My training data consists of 3 variables X1
, X2
, X3
such that
Y = (X1 * X2 / 1e6) * X3
Example of data
X1 | X2 | X3 | Y |
---|---|---|---|
310 | 768 | 952 | 0.2267 |
157 | 889 | 860 | 0.1200 |
157 | 787 | 610 | 0.0754 |
97 | 385 | 118 | 0.044 |
using data size of 80000 rows trained over 500 epochs with early stopping.
I structured the network like so
model = Sequential()
model.add(Dense(32, input_dim=3, activation='relu'))
model.add(Dense(16, input_dim=3, activation='relu'))
model.add(Dense(8, input_dim=3, activation='relu'))
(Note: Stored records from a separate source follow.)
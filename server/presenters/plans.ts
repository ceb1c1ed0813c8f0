import type { PlanFacts } from '#server/services/plan-facts.ts';
import type { PlanWhole } from '#server/services/read-plan.ts';
import { roleMay, type Role } from '#shared/permissions.ts';
import type { PlanSummary, PlanView } from '#shared/schemas/plans.ts';

export function presentPlan(
  { plan, netMillionths, boundMillionths, ...facts }: PlanFacts,
  role: Role,
): PlanSummary {
  return {
    id: plan.id,
    number: plan.number,
    name: plan.name,
    state: plan.state,
    stationId: plan.stationId ?? null,
    ...facts,
    netMinor: Math.round(netMillionths / 1e6),
    boundMinor: Math.floor(boundMillionths / 1e6),
    createdAt: plan.createdAt,
    issuedAt: plan.issuedAt ?? null,
    version: plan.version,
    can: {
      'plan:issue': roleMay(role, 'plan:issue') && plan.state === 'draft',
      'plan:withdraw': roleMay(role, 'plan:withdraw') && (plan.state === 'draft' || plan.state === 'issued'),
      'plan:remove': roleMay(role, 'plan:draft') && plan.state === 'draft',
      'bar:cut': roleMay(role, 'bar:cut') && (plan.state === 'issued' || plan.state === 'cutting'),
    },
  };
}

export const presentPlanWhole = ({ facts, groups, bars }: PlanWhole, role: Role): PlanView => ({
  plan: presentPlan(facts, role),
  groups,
  bars: facts.plan.state === 'withdrawn' ? [] : bars,
});
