import type { DropRuleRow, SupplierRow, StationRow } from '#server/models/index.ts';
import type { OfferWithSupplier } from '#server/services/offers.ts';
import { barMassMg } from '#shared/domain/mass.ts';
import { sectionByName } from '#shared/domain/section/section-by-name.ts';
import type { Family } from '#shared/domain/section/types.ts';
import { roleMay, type Role } from '#shared/permissions.ts';
import type { DropRule, Offer, Station, Supplier } from '#shared/schemas/yard.ts';

export function presentStation(station: StationRow, role: Role): Station {
  const { id, name, method, kerfNm, headCropNm, tailCropNm, holdDownNm, longestStopNm, note, version } =
    station;
  return {
    id,
    name,
    method,
    kerfNm,
    headCropNm,
    tailCropNm,
    holdDownNm,
    longestStopNm: longestStopNm ?? null,
    note,
    version,
    families: JSON.parse(station.families) as Family[],
    can: { 'station:edit': roleMay(role, 'station:edit') },
  };
}

export const presentDropRule = ({ family, keepFromNm, creditPercent, version }: DropRuleRow): DropRule => ({
  family,
  keepFromNm,
  creditPercent,
  version,
});

export const presentSupplier = ({ id, name, email, note, version }: SupplierRow, role: Role): Supplier => ({
  id,
  name,
  email,
  note,
  version,
  can: { 'supplier:edit': roleMay(role, 'supplier:edit') },
});

/** Milligrams per metre of a canonical bar name. */
export function mgPerMOf(stockKey: string): number {
  const section = sectionByName(stockKey);
  return section?.mass.per === 'length' ? section.mass.mgPerM : 0;
}

export const presentOffer = ({ offer, supplierName }: OfferWithSupplier, role: Role): Offer => ({
  id: offer.id,
  supplierId: offer.supplierId,
  supplierName,
  section: offer.section,
  stockKey: offer.stockKey,
  grade: offer.grade,
  lengthNm: offer.lengthNm,
  priceMinor: offer.priceMinor,
  massMg: barMassMg(mgPerMOf(offer.stockKey), offer.lengthNm),
  pricedAt: offer.pricedAt,
  version: offer.version,
  can: { 'offer:edit': roleMay(role, 'offer:edit') },
});
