import fc from 'fast-check';
import { describe, expect, it } from 'vitest';
import { drawBar, GUTTER, type BarDrawing } from '#shared/domain/bar-map/draw-bar.ts';
import { textWidth, type Shape } from '#shared/domain/bar-map/shapes.ts';
import { formatLength } from '#shared/domain/length.ts';
import { sectionOutline } from '#shared/domain/section/outline.ts';
import { sectionByName } from '#shared/domain/section/section-by-name.ts';

const angle = sectionByName('L3x3x1/4');
const inch = 25_400_000;

const drawing = fc
  .record({
    pieces: fc.array(
      fc.record({ kind: fc.integer({ min: 0, max: 7 }), sixteenths: fc.integer({ min: 8, max: 800 }) }),
      { minLength: 1, maxLength: 24 },
    ),
    kerf: fc.constantFrom(0, inch / 8),
    crop: fc.constantFrom(0, inch / 4),
    left: fc.integer({ min: 0, max: 1600 }),
    keeps: fc.boolean(),
    repeat: fc.integer({ min: 1, max: 120 }),
  })
  .map(({ pieces, kerf, crop, left, keeps, repeat }): BarDrawing => {
    let startNm = crop;
    const lengths = new Map<number, number>();
    const cuts = pieces.map(({ kind, sixteenths }) => {
      const lengthNm = lengths.get(kind) ?? (sixteenths * inch) / 16;
      lengths.set(kind, lengthNm);
      const cut = { pieceId: `p${kind}`, mark: `B-10${kind}`, startNm, lengthNm };
      startNm += lengthNm + kerf;
      return cut;
    });
    const length = (nm: number) => formatLength(nm, { units: 'imperial', denominator: 16 });
    return {
      stockNm: startNm + (left * inch) / 16,
      headCropNm: crop,
      tailCropNm: 0,
      kerfNm: kerf,
      cuts,
      leftoverNm: (left * inch) / 16,
      keeps,
      repeat,
      dropWords: ['D-0413', `3'-9 1/4" B-3-2`],
      title: 'L3x3x1/4 A36',
      facts: `20'-0"   98 lb`,
      outline: angle ? sectionOutline(angle) : null,
      units: 'imperial',
      length,
      tape: length,
    };
  });

function box(shape: Shape): { left: number; right: number; top: number; bottom: number } {
  switch (shape.kind) {
    case 'line':
      return {
        left: Math.min(shape.x1, shape.x2),
        right: Math.max(shape.x1, shape.x2),
        top: Math.min(shape.y1, shape.y2),
        bottom: Math.max(shape.y1, shape.y2),
      };
    case 'polygon': {
      const xs = shape.points.map(([x]) => x);
      const ys = shape.points.map(([, y]) => y);
      return { left: Math.min(...xs), right: Math.max(...xs), top: Math.min(...ys), bottom: Math.max(...ys) };
    }
    case 'circle':
      return {
        left: shape.cx - shape.r,
        right: shape.cx + shape.r,
        top: shape.cy - shape.r,
        bottom: shape.cy + shape.r,
      };
    case 'text': {
      const width = textWidth(shape.text, shape.size, shape.font);
      const left =
        shape.align === 'left' ? shape.x : shape.align === 'right' ? shape.x - width : shape.x - width / 2;
      return { left, right: left + width, top: shape.y - shape.size * 0.75, bottom: shape.y };
    }
  }
}

describe('bar map', () => {
  it('stays inside its frame', () => {
    fc.assert(
      fc.property(drawing, fc.integer({ min: 150, max: 400 }), (bar, width) => {
        const map = drawBar(bar, width);
        for (const shape of map.shapes) {
          const { left, right, top, bottom } = box(shape);
          expect(left).toBeGreaterThanOrEqual(-0.01);
          expect(right).toBeLessThanOrEqual(map.width + 0.01);
          expect(top).toBeGreaterThanOrEqual(-0.01);
          expect(bottom).toBeLessThanOrEqual(map.height + 0.01);
        }
      }),
    );
  });
  it('no word stands on another', () => {
    fc.assert(
      fc.property(drawing, fc.integer({ min: 150, max: 400 }), (bar, width) => {
        // Faint words are the tape's own numbers; they keep their distance by construction.
        const words = drawBar(bar, width)
          .shapes.filter((shape) => shape.kind === 'text' && shape.tone !== 'faint' && shape.size < 9)
          .map(box);
        words.forEach((a, i) =>
          words.slice(i + 1).forEach((b) => {
            const apart =
              a.right <= b.left + 0.01 ||
              b.right <= a.left + 0.01 ||
              a.bottom <= b.top + 0.01 ||
              b.bottom <= a.top + 0.01;
            expect(apart).toBe(true);
          }),
        );
      }),
    );
  });
  it('pieces are to scale and in their order', () => {
    fc.assert(
      fc.property(drawing, (bar) => {
        const map = drawBar(bar, 190);
        const scale = (map.width - 2 - GUTTER) / bar.stockNm;
        map.pieces.forEach((field, i) => {
          expect(field.width).toBeCloseTo((bar.cuts[i]?.lengthNm ?? 0) * scale, 6);
          expect(field.x).toBeCloseTo(GUTTER + (bar.cuts[i]?.startNm ?? 0) * scale, 6);
        });
      }),
    );
  });
  it('prints the tape reading of every cut and of none that is not made', () => {
    const base = {
      outline: null,
      repeat: 1,
      dropWords: [],
      title: '',
      facts: '',
      units: 'metric' as const,
      headCropNm: 0,
      tailCropNm: 0,
      kerfNm: 0,
      keeps: false,
    };
    const words = (bar: BarDrawing) =>
      drawBar(bar, 190).shapes.flatMap((shape) =>
        shape.kind === 'text' && shape.tone === 'ink' && shape.piece === undefined ? [shape.text] : [],
      );
    const mm = (nm: number) => `${nm / 1e6}`;
    const cuts = [0, 1, 2].map((i) => ({ pieceId: 'p', mark: 'A', startNm: i * 2e9, lengthNm: 2e9 }));
    const full = words({ ...base, stockNm: 6e9, leftoverNm: 0, cuts, length: mm, tape: mm });
    expect(full.filter((word) => /^\d+$/.test(word))).toEqual(['2000', '4000']);
  });
});
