import type { z } from 'zod';
import type { AuditEntry, Mail, Person as PersonRow, ShopRow } from '#server/models/index.ts';
import type { Actor } from '#server/policies/actor.ts';
import type { SessionFacts } from '#server/services/session.ts';
import { canOf } from '#shared/permissions.ts';
import type { AuditList, MailSummary, MailView, Person, SessionView, Shop } from '#shared/schemas/people.ts';

export function presentPerson({ person, state }: { person: PersonRow; state: Person['state'] }): Person {
  return {
    id: person.id,
    name: person.name,
    email: person.email,
    role: person.role,
    state,
    createdAt: person.createdAt,
  };
}

export function presentShop(shop: ShopRow): Shop {
  const { name, units, inchDenominator, currency, paper, handlingMassMg, scrapMinorPerTonne, version } = shop;
  return {
    name,
    units,
    inchDenominator,
    currency,
    paper,
    handlingMassMg,
    scrapMinorPerTonne,
    version: version ?? 1,
  };
}

export function presentSession({ shop, trial, demoSignIns }: SessionFacts, actor: Actor | null): SessionView {
  return {
    needsSetUp: shop === null,
    trial,
    demoSignIns,
    shop: shop ? presentShop(shop) : null,
    person: actor,
    can: actor ? canOf(actor.role) : {},
  };
}

export function presentMail(mail: Mail): MailSummary {
  return { id: mail.id, to: mail.recipient, subject: mail.subject, at: mail.at };
}

export function presentMailText(mail: Mail): MailView {
  return { ...presentMail(mail), from: mail.sender, text: mail.text };
}

export function presentAudit(entry: AuditEntry): z.infer<typeof AuditList>['entries'][number] {
  return {
    id: entry.id,
    at: entry.at,
    who: entry.who,
    action: entry.action,
    subject: entry.subject,
    detail: entry.detail,
  };
}
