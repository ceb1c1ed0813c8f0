import { describe, expect, it } from 'vitest';
import { pricePerMass } from '#src/features/buying/hooks/price-per-mass.ts';

describe('pricePerMass', () => {
  // 98 lb of L3x3x1/4 (4.9 lb/ft by the handbook, 20 ft) for 98.00 is one dollar a pound.
  it('is 1.000 for a bar of 98 lb at 98.00', () => {
    expect(pricePerMass(9800, Math.round(98 * 453_592.37), 'imperial', 'USD')).toBe('1.000');
  });

  it('goes by the kilogram in a metric shop', () => {
    expect(pricePerMass(12_500, 100_000_000, 'metric', 'EUR')).toBe('1.250');
  });

  it('knows currencies without a minor unit', () => {
    expect(pricePerMass(15_000, 100_000_000, 'metric', 'JPY')).toBe('150.0');
  });

  it('says nothing of a bar without mass', () => {
    expect(pricePerMass(9800, 0, 'imperial', 'USD')).toBe('');
  });
});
model.add(Dense(1, activation='linear'))
model.compile(loss='mean_squared_error',optimizer='adam')
However, after training the output network were unable to predict even seen training examples.
Training loss stalled at about 0.0145
model.predict([
[310, 768, 952],
[157,787,610],
[1,1,1],
[5,5,5]
])
output:
array([[0.07321107],
[0.07321107],
[0.07321107],
[0.07321107]], dtype=float32)
Which is wrong. Wondering what should I do to correct this?